Our first monthly feature paper—co-authored by researchers and industry practitioners from Aarhus University, National University of Science and Technology POLITEHNICA Bucharest, COMSATS University Islamabad, and SmartAvatar B.V.—provides a comprehensive overview with tutorials and presents state-of-the-art physical layer security, focusing mainly on NTN wireless communications, and current research challenges, open issues, and future research directions related to UAV security.

Complementing the tutorial paper is a feature article, coauthored by researchers and industry practitioners from Ford Motor Company, Massachusetts Institute of Technology, and Institute of Informatics and Telematics, which provides a comprehensive overview of emerging cybersecurity risks in the connected vehicle ecosystem, focusing on the evolving architecture of vehicle platforms and the exchange of vehicle data.

We’ve provided short summaries of these feature articles, written in accessible language that we hope will make your reading experience enjoyable.


Need of UAVs and Physical Layer Security in Next-Generation Non-Terrestrial Wireless Networks: Potential Challenges and Open Issues
Asim Ul Haq, Seyed Salar Sefati, Syed Junaid Nawaz, Albena Mihovska, and Michail J. Beliatis

Summary by Asim Ul Haq: In order to accommodate the massive number of wireless-connected devices and fulfill the reliability, capacity and global coverage demands for future applications, 6th generation (6G) and beyond networks aim to integrate terrestrial and non-terrestrial networks (NTNs) into a unified, intelligent 3D communication architecture able to provide ultra-reliable, high-speed, and ubiquitous connectivity. However, this highly decentralized and heterogeneous environment introduces significant security challenges that conventional security approaches are not fully capable of addressing. This paper highlights the critical role of physical layer security (PLS) as a promising, infrastructure-free security framework that ensures confidentiality, integrity, and availability in integrated NTN-terrestrial systems.

The paper provides a comprehensive tutorial and state-of-the-art PLS techniques for NTN communications, covering key approaches such as secrecy beamforming, artificial noise, cooperative jamming, secure relaying, and channel-based secret key generation.

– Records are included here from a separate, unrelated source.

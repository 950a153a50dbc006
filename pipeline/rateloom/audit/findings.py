"""Findings: remarks with a subject, a severity and, where the job file gives one, the reason for accepting it."""

from collections.abc import Collection, Iterable, Mapping
from dataclasses import dataclass
from difflib import get_close_matches

from rateloom.audit.codes import CODES, SEVERITIES
from rateloom.errors import UnknownCodeError
from rateloom.remarks import Remark


@dataclass(frozen=True, slots=True)
class Subject:
    """What a finding is about."""

    kind: str
    """``species``, ``transition_state``, ``reaction`` or ``job``."""
    name: str


@dataclass(frozen=True, slots=True)
class Finding:
    """One row of the audit."""

    subject: Subject
    code: str
    severity: str
    message: str
    value: str = ""
    limit: str = ""
    accepted_because: str = ""

    @property
    def withholds(self) -> bool:
        """Whether nothing that depends on the subject may be delivered."""
        return self.severity == "error" and not self.accepted_because

    @property
    def rank(self) -> tuple[int, str, str, str, str]:
        """Order of the audit table: gravest first, then by code and subject."""
        return SEVERITIES.index(self.severity), self.code, self.subject.kind, self.subject.name, self.message


def judge(
    subject: Subject,
    remarks: Iterable[Remark],
    accept: Mapping[str, str],
    severities: Mapping[str, str],
) -> list[Finding]:
    """Make findings of the remarks about one subject.

    Parameters
    ----------
    subject
        Whom the remarks are about.
    remarks
        Equal ones are one finding.
    accept
        Reason by code, for this subject.
    severities
        Severity by code where the job file sets one.

    Raises
    ------
    KeyError
        A remark has a code that is not in the table.
    """
    return [
        Finding(
            subject,
            remark.code,
            severities.get(remark.code) or CODES[remark.code],
            _sentence(remark.message),
            remark.value,
            remark.limit,
            accept.get(remark.code, ""),
        )
        for remark in dict.fromkeys(remarks)
    ]


def _sentence(message: str) -> str:
    """Begin with a capital, unless a name or a file begins the message, and end with a full stop."""
    first = message.split(maxsplit=1)[0].rstrip(":,") if message else ""
    if first.isalpha() and first.islower():
        message = message[0].upper() + message[1:]
    return message if message.endswith((".", "?", ")")) else f"{message}."


def unmatched_accepts(subject: Subject, accept: Mapping[str, str], found: Iterable[Finding]) -> list[Remark]:
    """Remark on each code that a job file accepts for a subject but that was not found.

    Parameters
    ----------
    subject
        Where the ``accept`` stands.
    accept
        Reason by code.
    found
        Findings that it may match.
    """
    codes = {finding.code for finding in found}
    return [
        Remark(
            "accept-matches-nothing",
            f"the job file accepts '{code}' for {subject.name}, but nothing of the kind was found: remove the line",
            value=code,
        )
        for code in sorted(set(accept) - codes)
    ]


def withholding(findings: Iterable[Finding]) -> dict[Subject, list[Finding]]:
    """Give the findings that withhold something, by subject."""
    found: dict[Subject, list[Finding]] = {}
    for finding in findings:
        if finding.withholds:
            found.setdefault(finding.subject, []).append(finding)
    return found


def check_codes(codes: Collection[str]) -> frozenset[str]:
    """Make sure that codes a user typed are in the table.

    Raises
    ------
    UnknownCodeError
        One is not; the error names the closest.
    """
    for code in codes:
        if code not in CODES:
            raise UnknownCodeError(code, tuple(get_close_matches(code, CODES, 3, 0.4)))
    return frozenset(codes)


def fails(findings: Iterable[Finding], severity: str) -> bool:
    """Tell whether any finding of this severity or a graver one has not been accepted."""
    worst = SEVERITIES.index(severity)
    return any(SEVERITIES.index(f.severity) <= worst and not f.accepted_because for f in findings)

It further explores how emerging 6G technologies, including massive MIMO, millimeter-wave communications, intelligent reflecting surfaces, and Machine Learning in mobile networks, can be explored to enhance resilience against eavesdropping and improve secrecy performance in space-air-ground integrated networks.

Finally, the paper synthesizes current advances and identifies open research challenges and future directions, including cross-layer design, AI-enabled adaptive security, spectrum sharing, and practical implementation issues aligned with the upcoming 3GPP NTN standardization.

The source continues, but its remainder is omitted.